[‘"]? - matches single/double quote or no quote
[^\s’"<>]* - href, match everything except: whitespace, quotes, tags, 0 or more
[^<>]* - any additional attributes after href, for example target=_blank class=smth
[\s\S]{1,100}? - link name, 1-100 characters, “?” means ungreedy so it ends on first closing tag
/i - case insensitive
Actually it detects none of my tests. We want to match links, and not garbage like: ‘test.php’ with quotes, your pattern matches 0 of 5 cases from my previous post.

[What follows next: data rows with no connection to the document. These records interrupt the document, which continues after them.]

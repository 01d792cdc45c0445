"""Log evidence fit to be reported: Laplace where it can be shown to hold, repaired where not.

Gate N  a fit that did not converge, or ended where H is not positive, is begun again from the best
        five structural nodes; if that fails it is flagged.
Gate S  a glance along the worst-determined structural coordinate (``repair.glance``) that differs
        from Laplace calls for the full quadrature.
Gate R  a line through each run's coordinates (``repair.of_runs``): what it adds is added, and where that
        is much, or another line would add more, the value is flagged. It answers for readings cut
        off at a limit, and for reactions that stop abruptly.

What is left doubtful is flagged with an error, never silent.
"""

from __future__ import annotations

from typing import NamedTuple

import numpy as np

from designer import repair
from designer.evidence import Fit, Kernel, Point
from designer.likelihood import Design, Readings

NOT_CONVERGED = 1e-3  # decrement above which gate N fires
GLANCE = 0.02  # nats by which a glance may differ from Laplace
DOUBTFUL = 0.05  # error above which a value is flagged
STARTS = 5
MOST_ADDED = 0.5  # nats by gate R for one run; more comes from a kink, not from a bend, and is not believed
LINE_ERROR = 0.1  # of what gate R adds: trials against brute force left 0.03 to 0.1 of it


class Assured(NamedTuple):
    """log_evidence (draw,), its stated error, whether it was repaired, whether it is still doubtful,
    and the optimum found."""

    log_evidence: np.ndarray
    error: np.ndarray
    repaired: np.ndarray
    flagged: np.ndarray
    fit: Fit


def careful_fit(kernel: Kernel, design: Design, readings: Readings, start: Point | None = None) -> Fit:
    """Fit, and begin again from several nodes whatever did not converge (gate N)."""
    fit = kernel.fit(design, readings, start)
    again = np.flatnonzero(not_converged(fit))
    if len(again) == 0 or fit.u.shape[1] == 0:
        return fit
    some = Readings(*(np.asarray(x)[again] for x in readings))
    nodes = kernel.best_nodes(design, some, STARTS)
    tries = []
    for index in range(nodes.shape[1]):
        u = nodes[:, index]
        z = np.zeros((len(again), *fit.z.shape[1:]))
        tries.append(kernel.fit(design, some, Point(u, z)))
    return _lowest(fit, again, tries)


def _lowest(fit: Fit, again: np.ndarray, tries: list[Fit]) -> Fit:
    old = Fit(*(x[again] for x in fit))
    stacked = [np.stack(column) for column in zip(old, *tries, strict=True)]
    choices = Fit(*stacked)
    bad = not_converged(choices) * 1e6
    best = np.where(np.isfinite(choices.loss), choices.loss + bad, np.inf).argmin(0)
    lanes = np.arange(len(again))
    merged = [x.copy() for x in fit]
    for column, options in zip(merged, stacked, strict=True):
        column[again] = options[best, lanes]
    return Fit(*merged)


def not_converged(fit: Fit) -> np.ndarray:
    """Gate N."""
    return ~(fit.decrement <= NOT_CONVERGED) | ~(fit.pivot > 0) | (fit.trouble > 0)


def assured(
    kernel: Kernel,
    design: Design,
    readings: Readings,
    start: Point | None = None,
    matters: np.ndarray | None = None,
    fit: Fit | None = None,
) -> Assured:
    """Log evidence of every data set through all gates.

    matters: True for data sets where this candidate is near enough to the best for its error to
    count (all by default); the others keep Laplace's value.
    """
    fit = careful_fit(kernel, design, readings, start) if fit is None else fit
    count = len(fit.log_evidence)
    value, error = fit.log_evidence.copy(), np.zeros(count)
    repaired = np.zeros(count, bool)
    rows = np.flatnonzero(np.ones(count, bool) if matters is None else matters)
    some, at = _rows(readings, rows), Fit(*(x[rows] for x in fit))
    quick = repair.glance(kernel, design, some, at)
    value[rows], error[rows] = quick.log_evidence, np.minimum(quick.error, GLANCE)
    failed = not_converged(at)
    doubtful = rows[(quick.error > GLANCE) | failed]
    if len(doubtful):
        full = repair.quadrature(kernel, design, _rows(readings, doubtful), Fit(*(x[doubtful] for x in fit)))
        value[doubtful], error[doubtful] = full.log_evidence, full.error
        repaired[doubtful] = True
    added = repair.of_runs(kernel, design, some, at)
    sober = np.abs(added.value) < MOST_ADDED
    value[rows] += (added.value * sober).sum(1)
    error[rows] += (np.abs(added.value) * np.where(sober, LINE_ERROR, 1.0) + added.doubt).sum(1)
    error = np.where(np.isfinite(value), error, np.inf)
    return Assured(value, error, repaired, error > DOUBTFUL, fit)


def _rows(readings: Readings, rows: np.ndarray) -> Readings:
    return Readings(*(np.asarray(x)[rows] for x in readings))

Let’s examine the examples in details:
<a href=test0.php>this is
test0</a>
0 : 1, does not match
<a href=test1.php class="test">test1</a>
0 : 2, garbage match: test1.php class=“test” - this is not a correct link
<a href='test2.php'>test2</a>
0 : 3, garbage match: ‘test.php’ - this is not a correct link
<a href="test3.php">test3</a>
0 : 4, garbage match: “test3.php” - this is not a correct link
His approach is wrong, this is not the way to match links. It wasn’t specified? It also wasn’t specified that we shouldn’t show him the right direction if he was making wrong assumptions.
He did say that he wants to parse links, not parse urls, as it was stated in the first post. And link is not specifically what is inside href attribute, it could be whole ‘a’ tag from html perspective. It depends what it was needed for.